Me sonrió y en sus mejillas aparecieron dos hoyuelos en forma de coma.
– ¿Cómo te has metido en esto, Lerner?
– Se me olvidó que teníamos deberes. Me resulta imposible atender en clase. ¿No conoces a Gwen Frasier?
– Sí. Es una guarra. ¿Qué pasa con ella?
– Es una puta guarra que no lleva medias -dije-. Se sienta a mi lado y no hace más que abrir y cerrar las piernas. ¿Cómo voy a atender en clase de historia con su cono delante de mis narices?
Estallamos en carcajadas tan sonoras que toda la gente que había en el aparcamiento se nos quedó mirando.
– Seguramente necesita airearlo para que se le cure el herpes genital. Ten cuidado con ella, colega.
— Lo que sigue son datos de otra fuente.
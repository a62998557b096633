import type { Expr } from './expression.ts';
import { readArgument, readAtom, readItems } from './read-arguments.ts';
import { isDivided, readEvaluation } from './read-expression.ts';
import { readPower } from './read-power.ts';
import {
  ahead,
  atoms,
  context,
  enclosed,
  expect,
  fail,
  holding,
  inside,
  is,
  kind,
  lastEnd,
  next,
  numberOf,
  OUTSIDE,
  peek,
  type Read,
  span,
  sum,
  take,
  token,
} from './reader.ts';
import { source, type Token } from './tokens.ts';

/** `(..)`, the row of values `(1,2)`, `\{[..]..\}` and `[..]_a^b`. */
export const readBracket = ({ kind: open, start }: Token): Expr => {
  const items = readItems(open === '(' ? ')' : open === '[' ? ']' : 'z');
  const [only, more] = items;
  if (more) return { kind: 'matrix', rows: [items], span: span(start) };
  if (open === '[' && ahead(/_|\^._/y)) return readEvaluation(only!, start);
  return { ...only!, bracketed: { start, end: lastEnd } };
};

/** `\left. F \right|_a^b`. */
export const readOpenBracket = ({ start }: Token): Expr => {
  const operand = inside(sum, { ...OUTSIDE, bars: 1 });
  expect('|]');
  return readEvaluation(operand, start);
};

/** A braced group in the place of a factor: displayed without brackets, so it may not hide a sum within a product. */
export const readBraces = ({ start }: Token): Expr => {
  const before = peek(-2).kind;
  if (take('}')) return take('_^') ? readChoose(start) : readPower();
  const expr = enclosed('}', sum, holding());
  const isLoose = (expr.kind === 'sum' && !expr.bracketed) || isDivided(expr);
  const around = before + kind;
  if (isLoose && around !== '||' && !ALONE.test(around)) fail('(', { start, end: lastEnd });
  return expr;
};

/** The kinds before and after a group that stands alone. */
const ALONE = /^[${}()[\]sz,;&N=<≈∈VTBE]{2}$/;

/** `{}_nC_r` or `{}^nC_r`: the number of ways to choose r of n. */
const readChoose = (start: number): Expr => {
  const top = readArgument();
  if (token.text !== 'C') fail('choose');
  next();
  expect('_', 'below');
  return { kind: 'binomial', top, bottom: readArgument(), span: span(start) };
};

/** `|..|`: the absolute value. */
export const readBars = ({ start }: Token): Expr => {
  const args = [inside(sum, { ...OUTSIDE, bars: context.bars + 1 })];
  if (token.side === 'l') fail('|');
  expect('|');
  return { kind: 'call', name: 'abs', args, span: span(start) };
};

/** `\lfloor..\rfloor` and its like. */
export const readFenced = ({ start, text }: Token): Expr => {
  const name = text === 'floor' ? 'floor' : 'ceil';
  return { kind: 'call', name, args: [enclosed(name === 'floor' ? '⌋' : '⌉', sum)], span: span(start) };
};

export const readOverline = ({ start }: Token): Expr => ({
  kind: 'call',
  name: 'conj',
  args: [readArgument()],
  span: span(start),
});

export const readRoot = ({ start, text }: Token): Expr => {
  const degree = take('[') ? enclosed(']', sum, { ...OUTSIDE, reversed: true }) : null;
  const isTyped = text === '' && atoms[kind] && !is('({');
  return { kind: 'root', degree, radicand: isTyped ? inside(readAtom) : readArgument(), span: span(start) };
};

export const readFraction = ({ text, start, end }: Token): Expr => {
  const [top, bottom] = text.split('⁄').map((digits) => /\d/.test(digits) && numberOf({ start, end }, BigInt(digits)));
  return {
    kind: 'quotient',
    numerator: (bottom && top) || readArgument(holding()),
    denominator: bottom || readArgument(),
    written: 'fraction',
    span: span(start),
  };
};

export const readBinomial = ({ start }: Token): Expr => ({
  kind: 'binomial',
  top: readArgument(),
  bottom: readArgument(),
  span: span(start),
});

/** A matrix or determinant; an expression given case by case is not read. */
export const readMatrix = (open: Token): Expr => {
  const { start, text } = open;
  if (!/^(?:[pbBv]|small)?matrix$|^array$/.test(text)) fail(text === 'cases' ? text : 'matrix', open);
  const rows = inside(() => readRows(readRow));
  readEnd(text);
  const width = rows[0]!.length;
  const place = span(start);
  if (rows.some((row) => row.length !== width)) fail(`rows ${width}`, place);
  const bar = /^\\begin\s*{array}\s*{([lcr]*)\|[lcr]+}/.exec(source.slice(start))?.[1]?.length;
  const matrix: Expr = { kind: 'matrix', rows, ...(bar && { bar }), span: place };
  return text === 'vmatrix' ? { kind: 'call', name: 'det', args: [matrix], span: place } : matrix;
};

const readRow = (): Expr[] => {
  const row = [];
  do row.push(sum());
  while (take('&'));
  return row;
};

/** The `\end` of an environment. */
export const readEnd = (environment: string): void => {
  expect(token.text === environment ? 'E' : '', `\\end{${environment}}`);
};

/** The rows of an environment; a last one may be empty. */
export const readRows = <Row>(readOne: Read<Row>): Row[] => {
  const rows: Row[] = [];
  do {
    if (is('E') && rows[0]) break;
    rows.push(readOne());
  } while (take('N'));
  return rows;
};
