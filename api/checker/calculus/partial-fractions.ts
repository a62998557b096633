import * as Q from '../numbers/rational.ts';
import type { Rational } from '../numbers/rational.ts';
import { derivePolynomial, squareFreePart, type Polynomial } from '../solving/polynomial.ts';
import { isolateRealRoots } from '../solving/real-roots.ts';

/** coef / (k + shift)^order. */
export interface Pole {
  readonly shift: Rational;
  readonly order: number;
  readonly coef: Rational;
}

const highestOrder = 6;

/** num / den as a polynomial (lowest coefficient first) and poles; null where a pole is no fraction or of too high order. */
export function partialFractions(
  num: Polynomial,
  den: Polynomial,
): { readonly whole: readonly Rational[]; readonly poles: readonly Pole[] } | null {
  const roots = isolateRealRoots(squareFreePart(den));
  if (!roots.every(({ low, high }) => Q.equals(low, high))) return null;
  const { quotient, rest } = divided(num.map(exact), den.map(exact));
  const poles: Pole[] = [];
  let count = 0;
  for (const { low: at } of roots) {
    const order = orderOf(den, at);
    if (order > highestOrder) return null;
    count += order;
    const bottom = shifted(den.map(exact), at).slice(order);
    const coefs = seriesQuotient(shifted(rest, at), bottom, order);
    coefs.forEach((coef, k) => {
      if (!Q.isZero(coef)) poles.push({ shift: Q.negate(at), order: order - k, coef });
    });
  }
  return count === den.length - 1 ? { whole: quotient, poles } : null;
}

function exact(value: bigint): Rational {
  return { num: value, den: 1n };
}

function orderOf(den: Polynomial, at: Rational): number {
  let order = 0;
  for (let p = den; p.length > 0 && Q.isZero(valueAt(p.map(exact), at)); p = derivePolynomial(p)) order += 1;
  return order;
}

function valueAt(p: readonly Rational[], x: Rational): Rational {
  return p.reduceRight<Rational>((total, coef) => Q.add(Q.mul(total, x), coef), Q.zero);
}

/** The coefficients of p(x + at). */
function shifted(p: readonly Rational[], at: Rational): Rational[] {
  const result = [...p];
  for (let k = 0; k < p.length; k += 1)
    for (let j = p.length - 2; j >= k; j -= 1)
      result[j] = Q.add(result[j] as Rational, Q.mul(at, result[j + 1] as Rational));
  return result;
}

function divided(num: readonly Rational[], den: readonly Rational[]): { quotient: Rational[]; rest: Rational[] } {
  const rest = [...num];
  const quotient: Rational[] = [];
  const lead = den[den.length - 1] as Rational;
  for (let k = num.length - den.length; k >= 0; k -= 1) {
    const times = Q.div(rest[k + den.length - 1] as Rational, lead);
    quotient[k] = times;
    den.forEach((coef, j) => (rest[k + j] = Q.sub(rest[k + j] as Rational, Q.mul(times, coef))));
  }
  return { quotient, rest: rest.slice(0, den.length - 1) };
}

/** The first coefficients of a / b. */
function seriesQuotient(a: readonly Rational[], b: readonly Rational[], count: number): Rational[] {
  const result: Rational[] = [];
  for (let k = 0; k < count; k += 1) {
    let top = a[k] ?? Q.zero;
    for (let j = 1; j <= k; j += 1) top = Q.sub(top, Q.mul(b[j] ?? Q.zero, result[k - j] as Rational));
    result.push(Q.div(top, b[0] as Rational));
  }
  return result;
}
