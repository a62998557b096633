import { execFile } from 'node:child_process';
import { randomBytes } from 'node:crypto';
import { readFileSync } from 'node:fs';
import path from 'node:path';
import { fileURLToPath } from 'node:url';
import { promisify } from 'node:util';
import { expect, test, type Page } from '@playwright/test';
import pg from 'pg';
import { enterField, linesOf, mathsField, pasteMaths, saidIn, typeMaths } from './support/maths.ts';
import {
  ask,
  findLetter,
  followLetter,
  makeAccount,
  openPerson,
  PASSWORD,
  statusOf,
  type Person,
} from './support/person.ts';
import {
  ADMIN,
  AUTHORS,
  FIRST_TRY,
  GIVEN,
  MENDED,
  RULINGS,
  TASK,
  TEACHER,
  valueOfGiven,
  valueOfSlip,
  type Author,
  type Finding,
} from './support/story-cast.ts';

// One round, from an empty school to its standings, played in seven browsers.
test.describe.configure({ mode: 'serial', timeout: 240_000 });

const root = fileURLToPath(new URL('..', import.meta.url));
const tag = randomBytes(3).toString('hex');
const school = `Tarn Hill School ${tag}`;
const className = `8D ${tag}`;

interface Dealt {
  readonly reviewer: Person;
  readonly author: Author;
  readonly finding: Finding;
  readonly address: string;
}

let base = '';
let admin: Person;
let teacher: Person;
let students: Person[];
let roundId = '';
let classId = '';
const dealt: Dealt[] = [];
const ownAddress = new Map<string, string>();

test.beforeAll(async ({ browser, baseURL }) => {
  base = baseURL ?? '';
  const open = (name: string) =>
    openPerson(browser, base, name, `${name.toLowerCase().replace(' ', '.')}.${tag}@tarnhill.example`);
  admin = await open(ADMIN);
  teacher = await open(TEACHER);
  students = await Promise.all(AUTHORS.map(({ name }) => open(name)));
});
test.afterAll(async () => {
  for (const { context } of [admin, teacher, ...students]) await context.close();
});

const authorOf = ({ name }: Person): Author => {
  const found = AUTHORS.find((each) => each.name === name);
  if (!found) throw new Error(`${name} writes nothing`);
  return found;
};
const toDay = async ({ page }: Person) => {
  await page.goto('/');
  await expect(page.getByRole('heading', { level: 1 })).toBeVisible();
};

/** Words that stand for something a student may not know before the round is settled. */
const HIDDEN = /"(?:ruling|rulings|reached|evidence|witness|firstFault|points|decidedBy|author|reviewer)":/;
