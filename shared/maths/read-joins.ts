import type { Expr, LetterExpr, Line } from './expression.ts';
import { namesIn } from './names-in.ts';
import { choose, flag, outer, span } from './reader.ts';

export type Join = 'or' | 'and' | 'comma';

export interface Part {
  readonly line: Line;
  /** How it is joined to the part before it. */
  readonly join: Join;
}

type Relation = Extract<Line, { kind: 'relation' }>;

/** Statements with their joins as one line; says what a comma means, or that it could mean two things. */
export const joinParts = (parts: readonly Part[], from: number): Line => {
  const { line, join } = parts.at(-1)!;
  if (!parts[1]) return line;
  // `.. , k in Z` at the end goes with all that stands before it.
  if (line.kind !== 'membership' || join === 'or') return joinByOr(parts, from);
  const joined = joinByOr(parts.slice(0, -1), from);
  flag('comma-and');
  return combine('all', [...(joined.kind === 'all' ? joined.parts : [joined]), line], from);
};

const saysAnd = (parts: readonly Part[]): boolean => parts.some(({ join }, at) => at > 0 && join === 'and');

const combine = (kind: 'any' | 'all', parts: readonly Line[], from: number): Line =>
  parts[1] ? { kind, parts, span: span(from) } : parts[0]!;

/** "and" and commas hold tighter than "or", unless the letters leave it open: then the author is asked. */
const joinByOr = (written: readonly Part[], from: number): Line => {
  const isAnd = saysAnd(written);
  const parts = isAnd ? written : spreadValues(written);
  const groups = splitAt(parts, true);
  const isOpen = isAnd && new Set(groups.map((group) => [...namesIn(group)].sort().join())).size > 1;
  if (isOpen && choose('joins')) {
    const wide = splitAt(parts, false).map((group) => combine('any', linesOf(group), startOf(group)));
    return combine('all', wide, from);
  }
  const lines = groups.map(joinTightly);
  return combine('any', lines[1] ? lines.flatMap((line) => (line.kind === 'any' ? line.parts : line)) : lines, from);
};

/** The parts split at each "or", or at all else. */
const splitAt = (parts: readonly Part[], atOr: boolean): readonly (readonly Part[])[] => {
  const groups: Part[][] = [];
  for (const part of parts) {
    if (groups[0] && (part.join === 'or') !== atOr) groups.at(-1)!.push(part);
    else groups.push([part]);
  }
  return groups;
};

const linesOf = (parts: readonly Part[]): readonly Line[] => parts.map(({ line }) => line);

const startOf = (parts: readonly Part[]): number => parts[0]!.line.span.start;

const joinTightly = (parts: readonly Part[]): Line => {
  const from = startOf(parts);
  const spread = spreadValues(parts);
  const lines = linesOf(spread);
  const [first, second] = lines;
  if (!second) return first!;
  if (saysAnd(parts)) {
    const isOdd = spread !== parts && valuedLetter(first!) === valuedLetter(second);
    return combine(isOdd && choose('comma') ? 'any' : 'all', lines, from);
  }
  const items = lines.flatMap((line) => (line.kind === 'expression' ? line.expr : []));
  const isSet = items.length === lines.length;
  const kind = isSet ? 'any' : commaKind(lines);
  flag(kind === 'any' ? 'comma-or' : 'comma-and');
  const all = combine(kind, lines, from);
  const place = all.span;
  return isSet
    ? { kind: 'membership', letter: null, set: { kind: 'finite', items, span: place }, negated: false, span: place }
    : all;
};

/** `x=2 or 3` and `x,y>0`: the letter and sign stand for each value or letter beside them. */
const spreadValues = (parts: readonly Part[]): readonly Part[] => {
  const first = parts[0]!.line;
  const model = [first, parts.at(-1)!.line].find(isOfLetter);
  if (!model) return parts;
  const { left, sign, right } = model;
  const changed: Part[] = [];
  for (const part of parts) {
    const { line, join } = part;
    if (line === model) {
      changed.push(part);
      continue;
    }
    if (line.kind !== 'expression') return parts;
    const { expr } = line;
    const letter = model === first ? left : expr;
    if (letter.kind !== 'letter' || hasLetter(model === first ? expr : left, letter)) return parts;
    changed.push({ line: relate(letter, sign, model === first ? expr : right), join });
  }
  return changed;
};

const isOfLetter = (line: Line): line is Relation & { readonly left: LetterExpr } =>
  line.kind === 'relation' && line.left.kind === 'letter';

const relate = (left: Expr, sign: Relation['sign'], right: Expr): Line => ({
  kind: 'relation',
  left,
  sign,
  right,
  span: { start: outer(left).start, end: outer(right).end },
});

const hasLetter = (expr: Expr, letter: LetterExpr): boolean => namesIn(expr).has(letter.name);

/** Rule for commas: values of one letter are alternatives, different letters hold together, all else is asked about. */
const commaKind = (lines: readonly Line[]): 'any' | 'all' => {
  const names = new Set(lines.map(valuedLetter));
  const [name = ''] = names;
  const isKnown = !names.has('');
  if (isKnown && names.size === 1) return name.endsWith('!') ? 'all' : 'any';
  const isClear = isKnown ? names.size === lines.length : namesIn(lines).size > 1;
  if (isClear || lines.some(({ kind }) => /^(?:exp|def|alw|mem)/.test(kind))) return 'all';
  return choose('comma') ? 'any' : 'all';
};

/** The letter of `letter = value` (or about; with a ! for not equal), where the value does not hold it; else empty. */
const valuedLetter = (line: Line): string => {
  if (!isOfLetter(line) || hasLetter(line.right, line.left)) return '';
  const { left, sign } = line;
  return sign === '!=' ? `${left.name}!` : /^[=a]/.test(sign) ? left.name : '';
};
Y después de esto nos reímos todavía más, nos reímos hasta saltársele las lágrimas a Eddie. Yo también reí, algo que nunca me había resultado fácil, y sentí sacudidas de placer en cada una de mis extremidades nerviosas. Me había llamado colega.
Me parece recordar que Eddie no me llegó a devolver nunca el examen de Cameron y que yo terminé entregando una hoja completamente en blanco, aunque a este respecto mis recuerdos son algo borrosos. A partir de esa mañana, sin embargo, empecé a seguirle por todas partes. Le gustaba hablar de su hermano, Wayne, que había pasado cuatro semanas de una sentencia de tres meses en un centro de menores, por haber colocado una bomba incendiaria en un Oldsmobile, y que ahora se había escapado y vivía en la calle. Eddie decía que Wayne lo llamaba algunas veces presumiendo de meterse en peleas y de romper unas cuantas crismas. Sobre su hermano mayor, lo que contaba en cambio era bastante vago. Que trabajaba de peón en una granja en Illinois, dijo en una ocasión. Que robaba coches a negros en Detroit, dijo en otra.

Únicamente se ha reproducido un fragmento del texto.